在几个公众号中都看到有matchzoo的推荐,是一个通用的文本匹配工具包,主要是几种最新的深度学习文本匹配模型,到本篇博客为止,这里记录下自己在看matchzoo中文支持研究的笔记,原github地址:https://github.com/NTMC-Community/MatchZoo
以github的tutorials为例:
import matchzoo as mz
task = mz.tasks.Ranking()
print(task)
train_raw = mz.datasets.qa.load_data(stage='train', task=task) #qa是datasets下新建的包,放置中文数据
test_raw = mz.datasets.qa.load_data(stage='test', task=task)

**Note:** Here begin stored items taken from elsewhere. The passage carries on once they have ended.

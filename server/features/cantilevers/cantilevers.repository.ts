/** Cantilevers (Knex only). */
import type { Knex } from 'knex';
import type { CantileverDto, ReviewState } from '../../../shared/schemas/api';
import { nowIso, toBool, toIso, insertReturningId } from '../../db/knex';
import type { CantileverRow } from '../projects/project-access';
import { latestApprovals, latestStateColumn } from '../revisions/revisions.repository';

type Db = Knex | Knex.Transaction;

type ListedRow = CantileverRow & {
  current_number: number | null;
  current_ok: number | boolean | null;
  review_state: ReviewState | null;
};

export async function listCantilevers(
  db: Db,
  where: { projectId?: number; id?: number },
): Promise<CantileverDto[]> {
  const q = db('cantilevers as c')
    .leftJoin('revisions as r', 'r.id', 'c.current_revision_id')
    .select(
      'c.*',
      'r.number as current_number',
      'r.ok as current_ok',
      latestStateColumn(db, 'c.current_revision_id', 'review_state'),
    )
    .orderBy('c.name');
  if (where.projectId !== undefined) q.where('c.project_id', where.projectId);
  if (where.id !== undefined) q.where('c.id', where.id);
  const rows = (await q) as ListedRow[];
  const approved = await latestApprovals(
    db,
    rows.map((r) => r.id),
  );
  return rows.map((r) => ({
    id: r.id,
    projectId: r.project_id,
    name: r.name,
    description: r.description,
    currentRevisionId: r.current_revision_id,
    currentRevisionNumber: r.current_number ?? null,
    reviewState: r.current_revision_id === null ? null : (r.review_state ?? 'draft'),
    ok: r.current_ok === null || r.current_ok === undefined ? null : toBool(r.current_ok),
    updatedAt: toIso(r.updated_at),
    quantity: Number(r.quantity ?? 1),
    latestApproved: approved.get(r.id) ?? null,
  }));
}

export async function insertCantilever(
  db: Db,
  c: { projectId: number; name: string; description: string; quantity?: number },
): Promise<number> {
  const now = nowIso();
  return insertReturningId(db, 'cantilevers', {
    project_id: c.projectId,
    name: c.name,
    description: c.description,
    quantity: c.quantity ?? 1,
    current_revision_id: null,
    created_at: now,
    updated_at: now,
  });
}

export async function updateCantileverQuantity(db: Db, id: number, quantity: number): Promise<void> {
  await db('cantilevers').where({ id }).update({ quantity, updated_at: nowIso() });
}
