#!/usr/bin/env bash
# Nightly retune of the frost demo: regenerate tonight's station data (with a
# little seasonal drift), retune against the config in use, keep a history.
#
# crontab line (02:30 every night; the log keeps the scheduler's view):
#   30 2 * * * cd /path/to/bittune && examples/frost/nightly.sh >> runs/nightly/cron.log 2>&1
#
# Exit codes (see README): 0 replaced, 5 kept, 4 nothing reaches the target,
# 2 bad input, 3 gradient check failed, 6 storage unreachable.
set -u
cd "$(dirname "$0")/../.."
BITTUNE=${BITTUNE:-.venv/bin/bittune}
PY=${PY:-.venv/bin/python}
OUT=runs/nightly
NIGHT=${NIGHT:-$(date -u +%j)}          # day of the year: a new sample every night
DRIFT=${DRIFT:-0.3}                      # degrees warmer per night of the run
mkdir -p "$OUT"

# Tonight's data: a fresh sample, a little warmer each night.
"$PY" examples/frost/make_data.py --out "$OUT/stations.svm" --seed "$((7 + 10#$NIGHT))" \
    --drift "$(awk -v n="$((10#$NIGHT))" -v d="$DRIFT" 'BEGIN { print (n % 10) * d }')"
sed "s#^data: .*#data: stations.svm#" examples/frost/job.yaml > "$OUT/job.yaml"

# First night: no config in use yet, so tune one.
if [ ! -f "$OUT/config.yaml" ]; then
    "$BITTUNE" tune "$OUT/job.yaml" -o "$OUT/config.yaml" --trials "${TRIALS:-40}"
    exit $?
fi

"$BITTUNE" retune "$OUT/job.yaml" --previous "$OUT/config.yaml" -o "$OUT/config.yaml" \
    --run-dir "$OUT/run-$NIGHT" --history "$OUT/history" --trials "${RETUNE_TRIALS:-15}"
code=$?
case $code in
    0) echo "night $NIGHT: new config written" ;;
    5) echo "night $NIGHT: previous config kept" ;;
    *) echo "night $NIGHT: retune failed with exit $code" ;;
esac
"$BITTUNE" history "$OUT/history"
exit $code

print(train_raw.left.head())
print(train_raw.right.head())
print(train_raw.relation.head())
print(train_raw.frame().head()) #数据格式如下图3
emb = mz.embedding.load_from_file(mz.datasets.embeddings.EMBED_CPWS,mode='word2vec') #加载word2vec词向量
model_class = mz.models.ArcI
model, preprocessor, data_generator_builder, embedding_matrix = mz.auto.prepare(
task=task,
model_class=model_class,
data_pack=train_raw,
embedding=emb
)
print(model.params) #展示模型中可调参数
model.params['mlp_num_units'] = 3 #直接调整参数
print("embedding_matrix: \n",type(embedding_matrix),'\n',embedding_matrix)
preprocessor._units = [
mz.preprocessors.units.tokenize_ch.Tokenize(),
# mz.preprocessors.units.lowercase.Lowercase(), #preprocessor中数据预处理单元修改,可直接赋值
mz.preprocessors.units.punc_removal.PuncRemoval(),
]
# preprocessor.fit(train_raw)
train_processed = preprocessor.transform(train_raw, verbose=0)
test_processed = preprocessor.transform(test_raw, verbose=0)
#